Nothing in the records may be altered; repeat them exactly.

> _Dataset records_
··········

When a later issue adds keys, segment types or commands, extend ``line_spec``,
``segment``, ``MUTATIONS`` and ``line_options`` here (the contributor guide says so).
"""

from __future__ import annotations

import json
import re
from dataclasses import dataclass, field

import numpy as np
from hypothesis import strategies as st

from losslane.bandspec import QUANTITIES
from losslane.materials.library import load_library
from losslane.network.ports import ORDERS
from losslane.xsection import registry

LIBRARY = load_library()
DIELECTRICS = sorted(n for n in LIBRARY.dielectrics if n != "air")
FOILS = sorted(LIBRARY.foils)
SINGLE = [k for k in registry.kinds() if registry.model(k, "kind").n_conductors == 1]
PAIRS = [k for k in registry.kinds() if registry.model(k, "kind").n_conductors == 2]
MIL = 25.4e-6  # m, exact (1959 agreement)

# --- a TOML writer for the generated dictionaries ---------------------------------------

_BARE = re.compile(r"^[A-Za-z0-9_-]+$")


def _key(k: str) -> str:
    return k if _BARE.match(k) else _string(k)


def _string(s: str) -> str:
    # JSON escapes are TOML escapes, except that TOML needs DEL escaped too
    return json.dumps(s, ensure_ascii=False).replace("\x7f", "\\u007f")


def _value(v) -> str:
    if isinstance(v, bool):
        return "true" if v else "false"
    if isinstance(v, int):
        return str(v)
    if isinstance(v, float):
        if v != v:
            return "nan"
        if v in (float("inf"), float("-inf")):
            return "inf" if v > 0 else "-inf"
        return repr(v)
    if isinstance(v, str):
        return _string(v)
    if isinstance(v, dict):
        return "{ " + ", ".join(f"{_key(k)} = {_value(x)}" for k, x in v.items()) + " }"
    if isinstance(v, (list, tuple)):
        return "[" + ", ".join(_value(x) for x in v) + "]"
    raise TypeError(v)


def _tables_of(v) -> bool:
    return isinstance(v, list) and bool(v) and all(isinstance(x, dict) for x in v)


def _table(path: list[str], d: dict, out: list[str]) -> None:
    scalars = {k: v for k, v in d.items() if not isinstance(v, dict) and not _tables_of(v)}
    subs = {k: v for k, v in d.items() if k not in scalars}
    if scalars or not subs:
        out.append(f"[{'.'.join(_key(p) for p in path)}]")
        out += [f"{_key(k)} = {_value(v)}" for k, v in scalars.items()]
    for k, v in subs.items():
        if isinstance(v, dict):
            _table(path + [k], v, out)
        else:
            _array(path + [k], v, out)


def _array(path: list[str], items: list[dict], out: list[str]) -> None:
    for item in items:
        out.append(f"[[{'.'.join(_key(p) for p in path)}]]")
        later = {}
        for k, v in item.items():
            if _tables_of(v) and k == "check":
                later[k] = v
            else:
                out.append(f"{_key(k)} = {_value(v)}")
        for k, v in later.items():
            _array(path + [k], v, out)


def toml_text(doc: dict) -> str:
    """``doc`` as TOML: scalars, then tables; lists of tables as arrays of tables, tables
    inside them inline (as a scenario's segments are written)."""
    out: list[str] = []
    tables = {}
    for k, v in doc.items():
        if isinstance(v, dict) or _tables_of(v):
            tables[k] = v
        else:
            out.append(f"{_key(k)} = {_value(v)}")
    for k, v in tables.items():
        if isinstance(v, dict):
            _table([k], v, out)
        else:
            _array([k], v, out)
    return "\n".join(out) + "\n"


# --- values ------------------------------------------------------------------------------

_LENGTH_UNITS = {"mil": MIL, "mm": 1e-3, "um": 1e-6, "in": 25.4e-3}


@st.composite
def length(draw, lo_mil: float, hi_mil: float) -> str:
    """A length between ``lo_mil`` and ``hi_mil`` mil, written in a random unit."""
    v = draw(st.floats(lo_mil, hi_mil, allow_nan=False))
    unit = draw(st.sampled_from(sorted(_LENGTH_UNITS)))
    sep = draw(st.sampled_from(["", " ", "\u00a0"]))
    return f"{v * MIL / _LENGTH_UNITS[unit]:.6g}{sep}{unit}"


#: values that are wrong for almost any key: types, garbage, absurd magnitudes, NaN
HOSTILE = st.one_of(
    st.sampled_from(
        [
            3,
            -1,
            0,
            2.5,
            True,
            float("nan"),
            float("inf"),
            -float("inf"),
            [],
            [1, "a"],
            {},
            {"x": 1},
            "",
            " ",
            "abc",
            "nan mil",
            "inf GHz",
            "1e30 mil",
            "1e-300 m",
            "1e400 mil",
            "-5 mil",
            "0 mil",
            "5 furlong",
            "1..2 mil",
            "\uff15 mil",
            "\u0665 GHz",
            "5 mil mil",
            "1e30 GHz",
            "-1 GHz",
            "1e-300 Hz",
            "1e-300 S/m",
            "1e30 S/m",
            "0 ohm",
            "-50 ohm",
            "1e300 nF",
            "1e300 dB",
            "-3 dB",
            "1e300 Gb/s",
            "x" * 300,
            "a\u0000b",
            "$\\frac{$",
        ]
    ),
    st.text(max_size=12),
    st.floats(),
    st.integers(),
)

#: values at the edges of the input limits: refused where they do not fit the key, and
#: where they do, the build must still give finite, passive, reciprocal outputs
EXTREME = st.sampled_from(
    [
        "1 nm",
        "0.99 m",
        "9 km",
        "1 um",
        "10 THz",
        "0.001 Hz",
        "1 Hz",
        "1e-6 ohm",
        "1e9 ohm",
        "1e-18 F",
        "1 F",
        "1e-18 H",
        "1 H",
        "1e3 S/m",
        "1e12 S/m",
        "1000 dB",
        "0.001 dB",
        "20 Tb/s",
        "1 b/s",
        1.0,
        100.0,
        0.999,
        2,
        200001,
    ]
)

#: free text for names and labels (no lone surrogates, which are not text)
NAME_TEXT = st.text(
    st.characters(blacklist_categories=("Cs",), blacklist_characters="\x00"),
    min_size=1,
    max_size=80,
)


# --- scenario pieces -----------------------------------------------------------------------


def ZERO_OR(lo: float, hi: float):  # noqa: N802 (reads as a strategy constant)
    """0, or a value in [lo, hi]: no denormal-sized parts (those are refused by the input
    limits, which the broken-scenario strategies exercise)."""
    return st.one_of(st.just(0.0), st.floats(lo, hi))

··········

> _Task output_
When a later issue adds keys, segment types or commands, extend ``line_spec``,
``segment``, ``MUTATIONS`` and ``line_options`` here (the contributor guide says so).
"""

from __future__ import annotations

import json
import re
from dataclasses import dataclass, field

import numpy as np
from hypothesis import strategies as st

from losslane.bandspec import QUANTITIES
from losslane.materials.library import load_library
from losslane.network.ports import ORDERS
from losslane.xsection import registry

LIBRARY = load_library()
DIELECTRICS = sorted(n for n in LIBRARY.dielectrics if n != "air")
FOILS = sorted(LIBRARY.foils)
SINGLE = [k for k in registry.kinds() if registry.model(k, "kind").n_conductors == 1]
PAIRS = [k for k in registry.kinds() if registry.model(k, "kind").n_conductors == 2]
MIL = 25.4e-6  # m, exact (1959 agreement)

# --- a TOML writer for the generated dictionaries ---------------------------------------

_BARE = re.compile(r"^[A-Za-z0-9_-]+$")


def _key(k: str) -> str:
    return k if _BARE.match(k) else _string(k)


def _string(s: str) -> str:
    # JSON escapes are TOML escapes, except that TOML needs DEL escaped too
    return json.dumps(s, ensure_ascii=False).replace("\x7f", "\\u007f")


def _value(v) -> str:
    if isinstance(v, bool):
        return "true" if v else "false"
    if isinstance(v, int):
        return str(v)
    if isinstance(v, float):
        if v != v:
            return "nan"
        if v in (float("inf"), float("-inf")):
            return "inf" if v > 0 else "-inf"
        return repr(v)
    if isinstance(v, str):
        return _string(v)
    if isinstance(v, dict):
        return "{ " + ", ".join(f"{_key(k)} = {_value(x)}" for k, x in v.items()) + " }"
    if isinstance(v, (list, tuple)):
        return "[" + ", ".join(_value(x) for x in v) + "]"
    raise TypeError(v)


def _tables_of(v) -> bool:
    return isinstance(v, list) and bool(v) and all(isinstance(x, dict) for x in v)


def _table(path: list[str], d: dict, out: list[str]) -> None:
    scalars = {k: v for k, v in d.items() if not isinstance(v, dict) and not _tables_of(v)}
    subs = {k: v for k, v in d.items() if k not in scalars}
    if scalars or not subs:
        out.append(f"[{'.'.join(_key(p) for p in path)}]")
        out += [f"{_key(k)} = {_value(v)}" for k, v in scalars.items()]
    for k, v in subs.items():
        if isinstance(v, dict):
            _table(path + [k], v, out)
        else:
            _array(path + [k], v, out)


def _array(path: list[str], items: list[dict], out: list[str]) -> None:
    for item in items:
        out.append(f"[[{'.'.join(_key(p) for p in path)}]]")
        later = {}
        for k, v in item.items():
            if _tables_of(v) and k == "check":
                later[k] = v
            else:
                out.append(f"{_key(k)} = {_value(v)}")
        for k, v in later.items():
            _array(path + [k], v, out)


def toml_text(doc: dict) -> str:
    """``doc`` as TOML: scalars, then tables; lists of tables as arrays of tables, tables
    inside them inline (as a scenario's segments are written)."""
    out: list[str] = []
    tables = {}
    for k, v in doc.items():
        if isinstance(v, dict) or _tables_of(v):
            tables[k] = v
        else:
            out.append(f"{_key(k)} = {_value(v)}")
    for k, v in tables.items():
        if isinstance(v, dict):
            _table([k], v, out)
        else:
            _array([k], v, out)
    return "\n".join(out) + "\n"


# --- values ------------------------------------------------------------------------------

_LENGTH_UNITS = {"mil": MIL, "mm": 1e-3, "um": 1e-6, "in": 25.4e-3}


@st.composite
def length(draw, lo_mil: float, hi_mil: float) -> str:
    """A length between ``lo_mil`` and ``hi_mil`` mil, written in a random unit."""
    v = draw(st.floats(lo_mil, hi_mil, allow_nan=False))
    unit = draw(st.sampled_from(sorted(_LENGTH_UNITS)))
    sep = draw(st.sampled_from(["", " ", "\u00a0"]))
    return f"{v * MIL / _LENGTH_UNITS[unit]:.6g}{sep}{unit}"


#: values that are wrong for almost any key: types, garbage, absurd magnitudes, NaN
HOSTILE = st.one_of(
    st.sampled_from(
        [
            3,
            -1,
            0,
            2.5,
            True,
            float("nan"),
            float("inf"),
            -float("inf"),
            [],
            [1, "a"],
            {},
            {"x": 1},
            "",
            " ",
            "abc",
            "nan mil",
            "inf GHz",
            "1e30 mil",
            "1e-300 m",
            "1e400 mil",
            "-5 mil",
            "0 mil",
            "5 furlong",
            "1..2 mil",
            "\uff15 mil",
            "\u0665 GHz",
            "5 mil mil",
            "1e30 GHz",
            "-1 GHz",
            "1e-300 Hz",
            "1e-300 S/m",
            "1e30 S/m",
            "0 ohm",
            "-50 ohm",
            "1e300 nF",
            "1e300 dB",
            "-3 dB",
            "1e300 Gb/s",
            "x" * 300,
            "a\u0000b",
            "$\\frac{$",
        ]
    ),
    st.text(max_size=12),
    st.floats(),
    st.integers(),
)

#: values at the edges of the input limits: refused where they do not fit the key, and
#: where they do, the build must still give finite, passive, reciprocal outputs
EXTREME = st.sampled_from(
    [
        "1 nm",
        "0.99 m",
        "9 km",
        "1 um",
        "10 THz",
        "0.001 Hz",
        "1 Hz",
        "1e-6 ohm",
        "1e9 ohm",
        "1e-18 F",
        "1 F",
        "1e-18 H",
        "1 H",
        "1e3 S/m",
        "1e12 S/m",
        "1000 dB",
        "0.001 dB",
        "20 Tb/s",
        "1 b/s",
        1.0,
        100.0,
        0.999,
        2,
        200001,
    ]
)

#: free text for names and labels (no lone surrogates, which are not text)
NAME_TEXT = st.text(
    st.characters(blacklist_categories=("Cs",), blacklist_characters="\x00"),
    min_size=1,
    max_size=80,
)


# --- scenario pieces -----------------------------------------------------------------------


def ZERO_OR(lo: float, hi: float):  # noqa: N802 (reads as a strategy constant)
    """0, or a value in [lo, hi]: no denormal-sized parts (those are refused by the input
    limits, which the broken-scenario strategies exercise)."""
    return st.one_of(st.just(0.0), st.floats(lo, hi))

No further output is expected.